- High-throughput distributed messaging system
- Open Sourced by LinkedIn
- Implemented in Scala, some Java
Additional Kafka concepts are defined here and by the Apache Kafka Project – http://kafka.apache.org/documentation.html.
Typical use cases of Kafka include:
- Real-time streaming and data pipeline applications are built over Kafka to ingest data continuously and churn out data to be consumed by the next phase.
- Kafka is used for log aggregation as an alternative to flume and scribe.
- Kafka can be used to “buffer” or “cache” data to decouple the upstream and downstream systems.
Why Use It
- Fast – a single Kafka node can handle tens of thousands of reads/writes per second
- Scalable – elastically & transparently expand without downtime
- Durable – messages are replicated to prevent data loss
When to Use It
- Kafka Supported Messaging Patterns
- Near real-time data feed
- Batch Consumer (Very large buffer)
- Message Replays
- Data Loss
- Kafka at its heart relies primarily on client implementations and settings to provide reliability. In particular, Kafka has no concept of end-to-end guarantees.
Before deploying a Kafka instance, read the messaging platform guidelines set forth by the Tech Council
Kafka Support Model
- Technical Consultancy Support
- Pack Creation
- Tools to help Pack customers’ manage their Kafka instance
- Upgrades & Patches to the Kafka Pack
- We do not provide – operational support – Each team owns/administers/manages their Instance
Page Purpose: Provide an introduction and summary of high-level Kafka concepts. Note that Kafka is an open-source technology with a robust community and documentation library.

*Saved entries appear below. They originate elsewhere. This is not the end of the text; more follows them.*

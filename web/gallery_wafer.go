package web

import (
	"fmt"
	"hash/fnv"
	"math"
	"time"

	"epitally/analytics/binning"
	"epitally/analytics/quantity"
	"epitally/analytics/uniformity"
	"epitally/analytics/wafermap"
)

// Canned data: one invented wafer and what stands round it. Everything is a
// formula, so that the gallery looks the same every time.
var (
	galleryZone = time.FixedZone("CET", 3600)
	galleryNow  = time.Date(2026, 11, 30, 5, 12, 0, 0, galleryZone)
)

func dated(b Base) Base {
	b.MadeAt, b.URL = Moment(galleryNow, galleryZone), "/"
	return b
}

// noise is a repeatable number in [−1, 1) for a die and a purpose.
func noise(x, y int16, purpose string) float64 {
	h := fnv.New64a()
	fmt.Fprintf(h, "%d %d %s", x, y, purpose)
	return float64(h.Sum64()>>11)/(1<<52) - 1
}

func cannedLayout() *wafermap.Layout {
	return &wafermap.Layout{Name: "harbour-100", WaferDiameterMM: 100, DiePitchXMM: 0.72, DiePitchYMM: 0.72, EdgeExclusionMM: 2, Mark: "flat", MarkAngleDeg: 270, XAxis: "right", YAxis: "down"}
}

func cannedGrid(l *wafermap.Layout) *wafermap.Grid {
	g, reach := &wafermap.Grid{}, int16(l.WaferDiameterMM/l.DiePitchXMM/2)+1
	for y := -reach; y <= reach; y++ {
		for x := -reach; x <= reach; x++ {
			xMM, yMM := l.PositionMM(int(x), int(y))
			if l.Inside(int(x), int(y)) && yMM > -46.6 && math.Hypot(xMM-20, yMM-26) > 1.5 {
				g.X, g.Y = append(g.X, x), append(g.Y, y)
			}
		}
	}
	return g
}

// cannedPlane is a bowl with a tilt and an edge that runs long, with a cluster
// of dead dies; the other quantities follow it loosely.
func cannedPlane(name string, g *wafermap.Grid, l *wafermap.Layout) wafermap.Plane {
	p := wafermap.Plane{Quantity: name, Encoding: wafermap.Int16, K16: make([]int16, g.Len())}
	for i := range p.K16 {
		x, y := l.PositionMM(int(g.X[i]), int(g.Y[i]))
		r := math.Hypot(x, y)
		off := 0.4 - 1.6*(1-r*r/2500) + x/60 + 3.4*math.Pow(r/48, 9) + 0.35*noise(g.X[i], g.Y[i], "wavelength")
		var k float64
		switch name {
		case "dominant_wavelength_nm":
			p.BaseK, p.Exponent, k = 45500, -2, 100*off
		case "forward_voltage_v":
			p.BaseK, p.Exponent, k = 3000, -3, 110-18*off+14*noise(g.X[i], g.Y[i], "voltage")
		default:
			p.BaseK, p.Exponent, k = 20000, -2, 900-140*off+250*noise(g.X[i], g.Y[i], "flux")
		}
		p.K16[i] = int16(math.Round(k))
		if math.Hypot(x+18, y-14) < 3.2+2*noise(g.X[i], g.Y[i], "dead") {
			p.K16[i] = wafermap.Missing16
		}
	}
	return p
}

func cannedWafer() WaferInput {
	l := cannedLayout()
	g := cannedGrid(l)
	run, grown, current := 204, galleryNow.Add(-31*time.Hour), 20.0
	m := MeasurementInput{ID: 17, Kind: "probe", Station: "probe-2", MeasuredAt: galleryNow.Add(-50 * time.Minute), DriveCurrentMA: &current, Dies: g.Len(), Remeasured: 12,
		Current: true, SourceID: 41, Layout: l, Facts: map[string]string{"operator_shift": "night"}}
	old := m
	old.ID, old.Kind, old.MeasuredAt, old.Current = 12, "pl", galleryNow.Add(-20*time.Hour), true
	in := WaferInput{Wafer: "K-0412-07", Measurement: &m, All: []MeasurementInput{m, old}, Grid: g, Zone: galleryZone, GridURL: "/api/v1/grids/0",
		Growth: Growth{Lot: "K-0412", Reactor: "Heron", Run: &run, GrownAt: &grown, Carrier: "C3", Ring: "outer", Pocket: "7", Recipe: "harbour-455", Product: "harbour"}}
	frame := uniformity.NewFrame(g, l)
	for _, name := range []string{"dominant_wavelength_nm", "forward_voltage_v", "radiant_flux_mw"} {
		q, _ := quantity.Lookup(name)
		plane, target, window := cannedPlane(name, g, l), math.NaN(), 0.0
		if q.Scale == quantity.Deviation {
			target, window = 455, 1.5
		}
		in.Planes = append(in.Planes, Plotted{Quantity: q, Summary: frame.Summarise(&plane, q, target), Target: target, Window: window})
	}
	in.Spec = cannedBins(g, l)
	in.SpecChoices = []Option{{"harbour-blue", "harbour-blue v3", true}, {"quay-wide", "quay-wide v1", false}}
	return in
}

// cannedBins sorts the canned dies into bins of 1 nm by 0.05 V.
func cannedBins(g *wafermap.Grid, l *wafermap.Layout) *SpecInput {
	s := &SpecInput{Name: "harbour-blue", Version: 3, Latest: true, OverLayout: true, Confident: -1, Denominator: l.Dies(), Codes: make([]uint16, g.Len())}
	for _, volts := range []string{"V1", "V2", "V3"} {
		for _, colour := range []string{"B1", "B2", "B3", "B4"} {
			s.Cells = append(s.Cells, binning.Cell{Name: colour + "-" + volts, Class: binning.Sellable})
		}
	}
	s.Cells = append(s.Cells, binning.Cell{Name: "off-colour short", Class: binning.Reject}, binning.Cell{Name: "off-colour long", Class: binning.Reject},
		binning.Cell{Name: "voltage too high", Class: binning.Reject}, binning.Cell{Name: "untested", Class: binning.Untested})
	s.Counts = make([]int, len(s.Cells))
	wave, volt := cannedPlane("dominant_wavelength_nm", g, l), cannedPlane("forward_voltage_v", g, l)
	for i := range s.Codes {
		w, v := wave.Value(i), volt.Value(i)
		var code int
		switch {
		case math.IsNaN(w) || math.IsNaN(v):
			code = 15
		case w < 453.5:
			code = 12
		case w >= 456.3:
			code = 13
		case v >= 3.15:
			code = 14
		default:
			code = 4*min(max(int((v-3.04)/0.04), 0), 2) + min(int((w-453.5)/0.7), 3)
			s.Good++
		}
		s.Codes[i] = uint16(code)
		s.Counts[code]++
	}
	return s
}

Kafka Apache Community Documentation is located here: http://kafka.apache.org/documentation.html
- Topic: Kafka stores each data feed in its own category called topics. Every client pushes data into and retrieves data from a topic. A topic serves a similar purpose as does a queue in a publisher-subscriber system, but is not completely similar in design to a queue.
- Partition: Every topic is divided into a number of partitions. The partitions is a sequential, immutable sequence of messages that is continually appended to a commit log. The messages in the partitions are each assigned a sequential id number called the offset that uniquely identifies each message within the partition. Partitions are the main building blocks of a topic and is used to distribute and load balance the topic’s data. It is also the basic block of replication to handle machine failures.
- Producer: Producer publish messages to a topic. A producer can be a synchronous (will wait for message acknowledgement from the system) or asynchronous producer. Producer data is published to a topic’s partition based on partition key (by default it is null, so data is distributed randomly, but also evenly). Kafka producers have a variety of configuration to provide better throughput, efficiency and durability. More details later.
- Consumer: Consumer consumes messages from a topic. Kafka consumer follow a pull model, where a consumer requests data from the Kafka server. This benefits the consumer as it can consume at its own pace and does not lose data during peak periods (as long as the data retention is set long enough at Kafka). Multiple consumer threads on separate machines can consume from the same topic by forming a “consumer group” (“consumer group” or “consumer” may be used interchangeably, which can include one or more consumer threads). Each consumer group is uniquely identified by a “Consumer ID”. If two consumer threads have the same consumer ID, they belong to the same consumer group. The benefit of having “consumer group” is that the consuming workload could be easily and evenly distributed over multiple machines, so consumer scalability will never be a problem. Note that each consumer thread is assigned to consume from only one partition, hence the message order of a Kafka topic is only guaranteed at the partition-level, meaning that there will be no absolute guarantee on message order under an entire Kafka topic (unless only 1 partition of a topic is used, but the parallelism is sacrificed). Also note that in order to saturate Kafka, it is the consumer group’s responsibility to make enough number of consumer threads, which should not be less than the number of partitions of the topic to be consumed.